I hear you. The room is 16' x 25' x 7' with a large opening to the rest of the house. The room has large windows on three sides as well as a hardwood floor so acoustically, it's pretty bad. I'm not dissatisfied with my current set-up. Just going through a bout of "upgradeitis" and was wondering what's available that will give me more extension at the low end and still maintain linearity up to about 200hz or so (to support my Orb mod2's). The use is primarily for HT. Thanks.


----------



## EzyE (Mar 12, 2010)

Based upon what's available looks like the Hsu ULS-15 is the best fit for my application. Having said that, I think I'm going to give DIY a shot.


----------



## Andre (Feb 15, 2010)

best of luck on diy the HSU will be very hard to beat


----------



## Basshead81 (Apr 9, 2013)

SVS has the new PB2000 but I am not sure if that would be a upgrade. I would go with a PSA XS30 or Rythmik E15HP.


----------



## EzyE (Mar 12, 2010)

Basshead81 said:


> SVS has the new PB2000 but I am not sure if that would be a upgrade. I would go with a PSA XS30 or Rythmik E15HP.


I'd love the PSA XS30 but it's a tad too large. I also don't like the inputs on the side of the sub. I know it makes the controls more accessible but depending where the sub is placed it could be an eyesore (not my eyes mind you). The Rythmik doesn't have enough upper extension to crossover well with my orbs. Besides, it (like the SVS only comes in black. I need something with a better finish. The HSU still looks like the best fit other than DIY.


----------



## Basshead81 (Apr 9, 2013)

EzyE said:


> I'd love the PSA XS30 but it's a tad too large.
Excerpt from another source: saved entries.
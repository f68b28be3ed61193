#include "tests/unit/network/network_support.hpp"

#include <algorithm>
#include <fstream>
#include <sstream>
#include <stdexcept>

namespace stillzone::network {

NetworkSketch& NetworkSketch::zone(const std::string& name, double volume) {
  case_.zones.push_back({name, core::Volume(volume), core::Temperature(308.15), {}});
  return *this;
}

NetworkSketch& NetworkSketch::feed(const std::string& name, double flow) {
  Feed feed;
  feed.name = name;
  feed.flow = {flow, {}};
  case_.feeds.push_back(std::move(feed));
  return *this;
}

NetworkSketch& NetworkSketch::outlet(const std::string& name) {
  case_.outlets.push_back({name});
  return *this;
}

NetworkSketch& NetworkSketch::schedule(const std::string& name, core::Timeline::Periodic periodic,
                                       double idle) {
  case_.schedules.push_back({name, core::Timeline::switched(periodic, {}, {}, idle)});
  return *this;
}

ScheduleIndex NetworkSketch::schedule_index(const std::string& name) const {
  const auto found = std::ranges::find(case_.schedules, name, &Schedule::name);
  return ScheduleIndex(static_cast<std::size_t>(found - case_.schedules.begin()));
}

NetworkSketch& NetworkSketch::feed_follows(const std::string& schedule) {
  case_.feeds.back().schedule = schedule_index(schedule);
  return *this;
}

NetworkSketch& NetworkSketch::flow_follows(const std::string& schedule) {
  case_.flows.back().schedule = schedule_index(schedule);
  return *this;
}

NetworkSketch& NetworkSketch::feed_record(std::vector<double> times, std::vector<double> flows) {
  case_.feeds.back().flow = {flows.front(), core::Timeline::steps(std::move(times), flows)};
  return *this;
}

Place NetworkSketch::place(const std::string& name) const {
  const auto index_in = [&](const auto& places) -> std::optional<std::size_t> {
    for (std::size_t i = 0; i < places.size(); ++i) {
      if (places[i].name == name) return i;
    }
    return std::nullopt;
  };
  if (const auto i = index_in(case_.zones)) return {Place::Kind::zone, *i};
  if (const auto i = index_in(case_.feeds)) return {Place::Kind::feed, *i};
  if (const auto i = index_in(case_.outlets)) return {Place::Kind::outlet, *i};
  throw std::invalid_argument("no place " + name);
}

Flow& NetworkSketch::add_flow(const std::string& from, const std::string& to) {
  Flow flow;
  flow.from = place(from);
  flow.to = place(to);
  flow.pointer = "/flows/" + std::to_string(case_.flows.size());
  case_.flows.push_back(std::move(flow));
  return case_.flows.back();
}

NetworkSketch& NetworkSketch::given(const std::string& from, const std::string& to, double flow) {
  add_flow(from, to).given = core::FlowRate(flow);
  return *this;
}

NetworkSketch& NetworkSketch::share(const std::string& from, const std::string& to, double share) {
  add_flow(from, to).share = core::Share(share);
  return *this;
}

NetworkSketch& NetworkSketch::rest(const std::string& from, const std::string& to) {
  add_flow(from, to);
  return *this;
}

NetworkSketch& NetworkSketch::exchange(const std::string& a, const std::string& b, double flow) {
  Flow& line = add_flow(a, b);
  line.exchange = true;
  line.given = core::FlowRate(flow);
  return *this;
}

Balanced balanced(const Case& the_case) {
  core::FaultList faults;
  const auto document = core::JsonDocument::parse("{}", "net.json", "", faults);
  Balanced result;
  result.balance = FlowBalance::solve(the_case, *document, faults);
  for (core::Fault fault : faults.all()) {
    fault.line = 0;  // a sketch has no lines
    result.faults += fault.text() + "\n";
  }
  return result;
}

std::vector<double> rates_of(const Case& the_case) {
  const Balanced result = balanced(the_case);
  if (!result.balance) throw std::invalid_argument(result.faults);
  return result.balance->mean_rates(the_case, 0.0);
}

std::string file_text(const std::string& path) {
  std::ifstream file(std::string(STILLZONE_SOURCE_DIR) + "/" + path, std::ios::binary);
  if (!file) throw std::invalid_argument("cannot read " + path);
  std::ostringstream text;
  text << file.rdbuf();
  return text.str();
}

}  // namespace stillzone::network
I also don't like the inputs on the side of the sub. I know it makes the controls more accessible but depending where the sub is placed it could be an eyesore (not my eyes mind you). The Rythmik doesn't have enough upper extension to crossover well with my orbs. Besides, it (like the SVS only comes in black. I need something with a better finish. The HSU still looks like the best fit other than DIY.


My only concern with the ULS 15 is its being prone to bottoming out at rather modest volumes on the 15hz setting. There are some threads floating around on AVS about it.


----------



## EzyE (Mar 12, 2010)

Basshead81 said:


> My only concern with the ULS 15 is its being prone to bottoming out at rather modest volumes on the 15hz setting. There are some threads floating around on AVS about it.
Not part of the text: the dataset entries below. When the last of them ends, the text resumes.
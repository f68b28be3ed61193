#include <gtest/gtest.h>

#include <cmath>
#include <string>

#include "core/dae/steady_state.hpp"
#include "network/washout/ideal_tank.hpp"
#include "network/washout/load_curve.hpp"
#include "network/washout/loaded_digester.hpp"
#include "network/washout/transport_criterion.hpp"
#include "network/washout/washout_analysis.hpp"
#include "tests/case_runner.hpp"

namespace stillzone::network {
namespace {

using stillzone::testing::load_file;
using stillzone::testing::load_text;

std::string case_path(const char* name) {
  return std::string(STILLZONE_SOURCE_DIR) + "/cases/" + name + ".json";
}

std::string inert_case(const std::string& flows) {
  return R"({ "stillzone": "case/1", "title": "t", "kinetics": "inert", "temperature": "35 degC",
    "zones": { "a": { "volume": "100 m3" }, "b": { "volume": "50 m3" } },
    "feeds": { "f": { "flow": "10 m3/d", "state": {} } }, "outlets": ["out"],
    "flows": [)" +
         flows + R"(], "run": { "kind": "steady" } })";
}

double rate_of(const LoadFlows& flows, double load, std::size_t stream) {
  return flows.at(load).rates[stream];
}

TEST(LoadFlows, FeedScalesAndExchangeStays) {
  const auto loaded = load_text(inert_case(
      R"({ "from": "f", "to": "a" }, { "between": ["a", "b"], "flow": "7 m3/d" }, { "from": "a", "to": "out" })"));
  ASSERT_TRUE(loaded);
  const auto flows = LoadFlows::of(loaded->the_case, loaded->balance);
  ASSERT_TRUE(flows.has_value());
  EXPECT_DOUBLE_EQ(rate_of(*flows, 3.0, 0), 30.0);
  EXPECT_DOUBLE_EQ(rate_of(*flows, 3.0, 1), 7.0);
  EXPECT_DOUBLE_EQ(rate_of(*flows, 3.0, 2), 7.0);
  EXPECT_DOUBLE_EQ(rate_of(*flows, 3.0, 3), 30.0);
}

TEST(LoadFlows, GivenFlowOutOfAFeedScalesWithIt) {
  const auto loaded = load_text(inert_case(
      R"({ "from": "f", "to": "a", "flow": "8 m3/d" }, { "from": "f", "to": "out" },
         { "from": "a", "to": "b" }, { "from": "b", "to": "a", "flow": "5 m3/d" }, { "from": "b", "to": "out" })"));
  ASSERT_TRUE(loaded);
  const auto flows = LoadFlows::of(loaded->the_case, loaded->balance);
  ASSERT_TRUE(flows.has_value());
  EXPECT_DOUBLE_EQ(rate_of(*flows, 2.0, 0), 16.0);
  EXPECT_DOUBLE_EQ(rate_of(*flows, 2.0, 1), 4.0);
  EXPECT_DOUBLE_EQ(rate_of(*flows, 2.0, 3), 5.0);  // a return stays
  EXPECT_DOUBLE_EQ(rate_of(*flows, 2.0, 2), 21.0);
}

TEST(LoadFlows, GivenFlowOnTheOnlyWayThroughScales) {
  const auto loaded = load_text(inert_case(
      R"({ "from": "f", "to": "a" }, { "from": "a", "to": "b", "flow": "10 m3/d" }, { "from": "b", "to": "out" })"));
  ASSERT_TRUE(loaded);
  const auto flows = LoadFlows::of(loaded->the_case, loaded->balance);
  ASSERT_TRUE(flows.has_value());
  EXPECT_DOUBLE_EQ(rate_of(*flows, 2.0, 1), 20.0);
}

TEST(LoadedDigester, ParameterDerivativeIsThatOfTheRates) {
  const auto loaded = load_file(case_path("short_circuit_stagnant"));
  ASSERT_TRUE(loaded);
  const auto flows = LoadFlows::of(loaded->the_case, loaded->balance);
  ASSERT_TRUE(flows.has_value());
  LoadedDigester digester(loaded->the_case, loaded->balance, *flows);
  const std::size_t n = digester.system().n_unknowns();
  std::vector<double> y(n);
  for (std::size_t i = 0; i < n; ++i) y[i] = 0.1 + 0.01 * static_cast<double>(i % 17);
  std::vector<double> low(n), high(n), df(n);
  digester.set_parameter(1.0);
  digester.system().rates(y, low);
  digester.parameter_derivative(y, df);
  digester.set_parameter(2.0);
  digester.system().rates(y, high);
  for (std::size_t i = 0; i < n; ++i) {  // linear in the load: the difference is exact
    EXPECT_NEAR(high[i] - low[i], df[i], 1e-9 * (1.0 + std::abs(low[i]))) << i;
  }
}

TEST(IdealTank, HoldsAllVolumeAndAllFeeds) {
  const auto loaded = load_file(case_path("short_circuit_stagnant"));
  ASSERT_TRUE(loaded);
  const Case ideal = ideal_tank(loaded->the_case);
  ASSERT_EQ(ideal.zones.size(), 1u);
  EXPECT_DOUBLE_EQ(ideal.zones[0].volume.value(), 3000.0);
  EXPECT_NEAR(ideal.zones[0].gas->coefficient.value(), (2250.0 * 150.0 + 750.0 * 15.0) / 3000.0,
              1e-12);
  EXPECT_EQ(ideal.flows.size(), 2u);  // the bypass is gone
}

TEST(TransportCriterion, OneTankNeedsItsDilutionRate) {
  const auto loaded = load_file(case_path("ideal_tank"));
  ASSERT_TRUE(loaded);
  Operation operation(loaded->the_case, loaded->balance, Operation::Mode::mean);
  const auto matrix =
      transport_matrix(loaded->the_case, loaded->balance.streams(), operation.at(0.0).rates);
  EXPECT_NEAR(washout_rate(matrix).value_or(0.0), 170.0 / 3400.0, 1e-15);
}

/// Time integration as the judge of the critical load: just below it the digester stays where it
/// is, just above it sours.
TEST(LoadCurve, IntegrationAgreesWithTheCriticalLoadOfAnAdm1Tank) {
  const auto loaded = load_file(case_path("ideal_tank"));
  ASSERT_TRUE(loaded);
  const auto curve = trace_load_curve(loaded->the_case, loaded->balance, {});
  ASSERT_TRUE(curve.ok()) << curve.failure().text();
  ASSERT_EQ(curve.value().end, CurveEnd::fold);
  const double critical = curve.value().critical_load.value_or(0.0);
  const CurvePoint* before = nullptr;
  for (const CurvePoint& point : curve.value().points) {
    if (point.load >= 0.99 * critical) break;
    before = &point;
  }
  ASSERT_NE(before, nullptr);
  const auto flows = LoadFlows::of(loaded->the_case, loaded->balance);
  LoadedDigester digester(loaded->the_case, loaded->balance, *flows);
  const auto solver = core::make_klu_solver(digester.system().pattern());
  const auto ph = digester.digester().layout().n_components();
  const auto settled_ph = [&](double load) {
    digester.set_parameter(load);
    std::vector<double> y = before->y;
    EXPECT_TRUE(digester.system().make_consistent(y).ok());
    const auto report = core::find_steady_state(digester.system(), *solver, {}, y);
    EXPECT_TRUE(report.ok());
    return y[ph];
  };
  EXPECT_GT(settled_ph(critical * 0.999), 6.5);
  EXPECT_LT(settled_ph(critical * 1.001), 6.0);
}

TEST(Washout, PoorlyMixedTankFailsAtALoadTheIdealTankBears) {
  const auto loaded = load_file(case_path("near_washout"));
  ASSERT_TRUE(loaded);
  const auto found = analyse_washout(loaded->the_case, loaded->balance, {}, {});
  ASSERT_TRUE(found.ok()) << found.failure().text();
  const auto& washout = found.value();
  EXPECT_LT(washout.network.critical_load.value_or(9.0), 1.0);
  EXPECT_GT(washout.ideal.critical_load.value_or(0.0), 1.0);
  EXPECT_EQ(washout.ideal.today_is, "healthy");
  EXPECT_EQ(washout.network.today_is.rfind("soured", 0), 0u) << washout.network.today_is;
  ASSERT_TRUE(washout.network.first_to_fail.has_value());
  EXPECT_EQ(loaded->the_case.kinetics.groups[*washout.network.first_to_fail].name,
            "acetate degraders");
}

/// A zone behind a fixed exchange keeps its biomass at any load while the zone that is fed sours:
/// no fold warns of it.
TEST(LoadCurve, NetworkCanSourWithoutAFold) {
  const auto loaded =
      load_file(std::string(STILLZONE_SOURCE_DIR) + "/tests/published/adm1/s2.case.json");
  ASSERT_TRUE(loaded);
  const auto curve = trace_load_curve(loaded->the_case, loaded->balance, {});
  ASSERT_TRUE(curve.ok()) << curve.failure().text();
  EXPECT_FALSE(curve.value().critical_load.has_value());
  ASSERT_TRUE(curve.value().sour_load.has_value());
  EXPECT_GT(*curve.value().sour_load, 1.0);
  EXPECT_LT(*curve.value().sour_load, 4.0);
}

}  // namespace
}  // namespace stillzone::network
Hmmmm, that's a concern. Too bad because it seems like an awesome sub package. I'm going to make a cardboard mock-up of the PSA XS30 to see how it fits in my layout.


----------



## Basshead81 (Apr 9, 2013)

EzyE said:


> Hmmmm, that's a concern. Too bad because it seems like an awesome sub package. I'm going to make a cardboard mock-up of the PSA XS30 to see how it fits in my layout.


Yea I have not seen anybody complain that had duals or more, but a single in a average size room appears to struggle below 20hz @ 90db. I believe you can change the amp dsp so it does not apply eq boost in the 15hz range.


----------



## Blacklightning (Nov 22, 2011)

EzyE said:


> I hear you. The room is 16' x 25' x 7' with a large opening to the rest of the house. I'm not dissatisfied with my current set-up. Just going through a bout of "upgradeitis"


SB12+ is a great sub, I'm not a sub expert but I really do not think you will gain much moving to a sub 
in the same price range. I would just run duals or work on the room.

Just my 2 cents.


----------